This suggests that the vast majority of water used on a human Mars mission is for hygiene purposes with half of all water being used for “laundry” at 12.5 out of 22.1kg/CM/day. (reference Hanford 2004/2005 for this figure).This seems quite fantastical to me. Granted this is an old report (2006) but was/is this even a remotely accurate? If so has anyone carried out any work to see if this amount could be reduced?
Quote from: Slarty1080 on 03/18/2018 08:54 pmThis suggests that the vast majority of water used on a human Mars mission is for hygiene purposes with half of all water being used for “laundry” at 12.5 out of 22.1kg/CM/day. (reference Hanford 2004/2005 for this figure).This seems quite fantastical to me. Granted this is an old report (2006) but was/is this even a remotely accurate? If so has anyone carried out any work to see if this amount could be reduced?Perhaps by not doing that?This is a 'quite high' figure - I'm pretty sure I'm beating that on laundry use with no special effort at all, just purchasing a moderately efficient washing machine. Examine the assumptions in the original references, and see if they're even slightly plausible.(I am not doing manual labour).You need quite a large amount if you're assuming daily 'normal' showers, as I suspect that may be.You need remarkably less if more water efficient techniques are used.
Good point, although at 12.5kg of clothes per day they could probably wear disposable duffel coats? I think that the report is badly flawed and makes some unrealistic assumptions about water consumption.So is there a more recent report available which uses realistic water quantities? Seems it’s a critical point to get right as even allowing for recycling of water this 12.5kg would equate to many tons of extra water.In early mission planning who or how do they keep track of issues like this? I’m sure this is just scratching the surface. I didn’t look at all the other figures in detail.
https://ntrs.nasa.gov/archive/nasa/casi.ntrs.nasa.gov/20180001338.pdfCopy also attached.
You know this discussion begs the following question: In a climate controlled environment, is clothing actually needed?
The best way to overall reduce water consumption on a Mars transit is just to reduce transit time. At some point, it pays off the extra fuel to make it in 3-4 months instead of 6-9 months, considering you can lower the mass of water, food, radiation shielding, etc. Not to mention reduction of zero g issues when arriving on Mars.Also the R&D money for more efficient ECLSS, shielding, etc can be diverted to more up-mass or more R&D on other topics.IMHO, there might be an initial mission with transit above 4 months, but quickly it will be changed to 3-4 months.
My point is that we keep discussing so many optimizations, like this one or using astronauts without legs to save weight or other nonsense.

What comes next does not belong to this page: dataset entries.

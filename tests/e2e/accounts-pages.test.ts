import { afterAll, describe, expect, it } from 'vitest';
import type { Page } from 'playwright-core';
import { openPage, shoot, type View } from '../fixtures/browser';
import { faultsEverywhere, smallTargets } from '../fixtures/everywhere';
import { addMember, builtDatabase, expectHead, signedInOn } from '../fixtures/members';

const database = builtDatabase();
afterAll(() => database.close());

async function on(path: string, use: (page: Page) => Promise<void>, view: View = {}) {
	const { page, complaints } = await openPage(path, view);
	page.setDefaultTimeout(10_000);
	try {
		await use(page);
		expect(complaints.filter((one) => !one.includes('status of 4'))).toEqual([]);
	} finally {
		await page.context().close();
	}
}

async function isSound(page: Page, name: string) {
	expect(await faultsEverywhere(page)).toEqual([]);
	await page.setViewportSize({ width: 390, height: 844 });
	expect(await smallTargets(page)).toEqual([]);
	expect(await page.title()).toMatch(/ · Tallyplate$/);
	expect(await page.locator('h1').count()).toBe(1);
	expect(await page.locator('h3, h4, h5, h6').count()).toBe(0);
	if (process.env['SHOTS'] !== 'on') return;
	for (const width of [390, 1024, 1440])
		for (const colorScheme of ['light', 'dark'] as const) {
			await page.setViewportSize({ width, height: 900 });
			await page.emulateMedia({ colorScheme });
			await shoot(page, name);
		}
}

const ANYBODY = [
	['sign-in as a person of the demonstration', '/signin?as=edwin'],
	['sign-in by link', '/signin/link'],
	['a link that was opened', `/signin/link?token=${'0'.repeat(64)}`],
	['sign-up', '/signup'],
	['sign-up that was sent', '/signup?sent=yes'],
	['a confirmation that has lapsed', '/confirm?token=x'],
	['a forgotten password', '/reset'],
	['sign-out', '/signout'],
	['an account that is gone', '/account/gone'],
	['help about accounts', '/help/your-account-and-your-data']
] as const;

describe.each(ANYBODY)('%s', (name, path) => {
	it('is sound for axe and quiet, at each width and in both themes', async () => {
		await on(path, (page) => isSound(page, name.replaceAll(' ', '-')));
	});
});

describe('who is signed in', () => {
	it.each([
		['account', '/account'],
		['second-factor', '/account/second-factor'],
		['delete', '/account/delete']
	])('finds the page sound: %s', async (name, path) => {
		const { email } = await addMember(database, {
			paused_until: new Date(Date.now() + 86_400_000),
			pause_reason: 'Asked for a rest after a dispute about trim codes.'
		});
		await on('/signin', async (page) => {
			await signedInOn(page, email, { next: path });
			await page.locator('h1').waitFor();
			await isSound(page, name);
		});
	});

	it('finds faults of a form sound, and the menu in the head', async () => {
		const { email } = await addMember(database);
		await on('/signin', async (page) => {
			await signedInOn(page, email);
			await page.getByLabel('Present password').fill('not this one');
			await page.getByLabel('New password', { exact: true }).fill('another cowl tag');
			await page.getByRole('button', { name: 'Change the password' }).click();
			await page.locator('.error').waitFor();
			await page.locator('header .account summary').click();
			await isSound(page, 'account-fault');
		});
	});
});

describe('an administrator', () => {
	it.each([
		['people', '/people'],
		['people-none', '/people?q=nobody+of+this+name'],
		['person', '/people/demo-dolores'],
		['own', '/people/demo-joan'],
		['audit', '/people/audit']
	])('finds the page sound: %s', async (name, path) => {
		await on('/signin', async (page) => {
			await signedInOn(page, 'joan@demo.tallyplate.example', {
				password: 'plates and tags',
				next: path
			});
			await page.locator('h1').waitFor();
			await isSound(page, name);
		});
	});
});

describe.each([
	['with script', true],
	['without script', false]
])('%s', (_, script) => {
	it('somebody is found, gets a role and areas, is paused and signed out; all of it is on record', async () => {
		const admin = await addMember(database, { role: 'administrator', name: 'Edna Warden' });
		const name = `Otis ${script ? 'Script' : 'Plain'} Farraday`;
		const { email, id } = await addMember(database, { name });
		await on(
			'/signin',
			async (page) => {
				const main = page.locator('main');
				const press = (button: string) => main.getByRole('button', { name: button }).click();
				await on(
					'/signin',
					async (theirs) => {
						await signedInOn(theirs, email);
						await signedInOn(page, admin.email, { next: '/people' });
						await main.getByRole('searchbox', { name: 'Name or address' }).fill(email);
						await press('Show');
						await page.waitForURL('**/people?q=*');
						await main.getByRole('link', { name }).click();
						await expectHead(page, name);

						await main.getByLabel('Role', { exact: true }).selectOption('moderator');
						await main.getByLabel('Pontiac').check();
						await main.getByLabel('Buick').check();
						await press('Change the role');
						await page.waitForURL('**?saved=role');
						await theirs.goto('/account');
						expect(await theirs.locator('main').textContent()).toContain(
							'You are a moderator for Pontiac, Buick.'
						);

						await main.locator('form[action="?/pause"]').evaluate((form: HTMLFormElement) => {
							form.noValidate = true;
						});
						await main.getByLabel('Until the end of').fill('2020-01-01');
						await main.getByRole('textbox', { name: 'Reason' }).fill('Too hasty with declines.');
						await press('Pause until then');
						await main.locator('.error').waitFor();
						expect(await main.locator('.error').textContent()).toContain('This day has passed.');
						expect(await main.getByRole('textbox', { name: 'Reason' }).inputValue()).toBe(
							'Too hasty with declines.'
						);
						const until = new Date(Date.now() + 7 * 86_400_000).toISOString().slice(0, 10);
						await main.getByLabel('Until the end of').fill(until);
						await press('Pause until then');
						await page.waitForURL('**?saved=pause');
						await theirs.goto('/account');
						expect(await theirs.locator('main').textContent()).toContain(
							'The reason: Too hasty with declines.'
						);

						await press('End the pause now');
						await page.waitForURL('**?saved=resumed');
						await main.getByRole('button', { name: /^Sign out / }).click();
						await page.waitForURL('**?saved=sessions');
						await theirs.goto('/account');
						await expectHead(theirs, 'Sign in');
					},
					{ script }
				);
				await page.goto(`/people/audit?about=${id}`);
				const deeds = await main.locator('td.what').allTextContents();
				expect(deeds).toEqual([
					'signed out of one session',
					'ended the pause',
					expect.stringMatching(/^paused until .+: Too hasty with declines\.$/),
					'changed the role from member to moderator for Pontiac, Buick'
				]);
			},
			{ script }
		);
	});
});

it('two administrators do not undo each other, and nobody decides about themselves', async () => {
	const admin = await addMember(database, { role: 'administrator' });
	const { id } = await addMember(database);
	await on('/signin', async (page) => {
		const main = page.locator('main');
		await signedInOn(page, admin.email, { next: `/people/${id}` });
		await main.getByLabel('Role', { exact: true }).waitFor();
		await database.models.users.update({ version: 2 }, { where: { id } });
		await main.getByLabel('Role', { exact: true }).selectOption('moderator');
		await main.getByRole('button', { name: 'Change the role' }).click();
		await main.getByText('Another administrator has changed this person meanwhile.').waitFor();
		await page.goto(`/people/${admin.id}`);
		await main.getByText('This is your own account').waitFor();
		expect(await main.getByRole('button', { name: 'Change the role' }).count()).toBe(0);
	});
});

If we go this path, we will never go to Mars.Optimizations cost money, time and probably some limitations.Either there is a large up mass capability or we will never go there.
The whole laundry/shower thing loses me anyhow. Why would you lose any water? Using the right detergents, grey water is easy to recycle for anything but drinking. You can use it almost directly for growing things.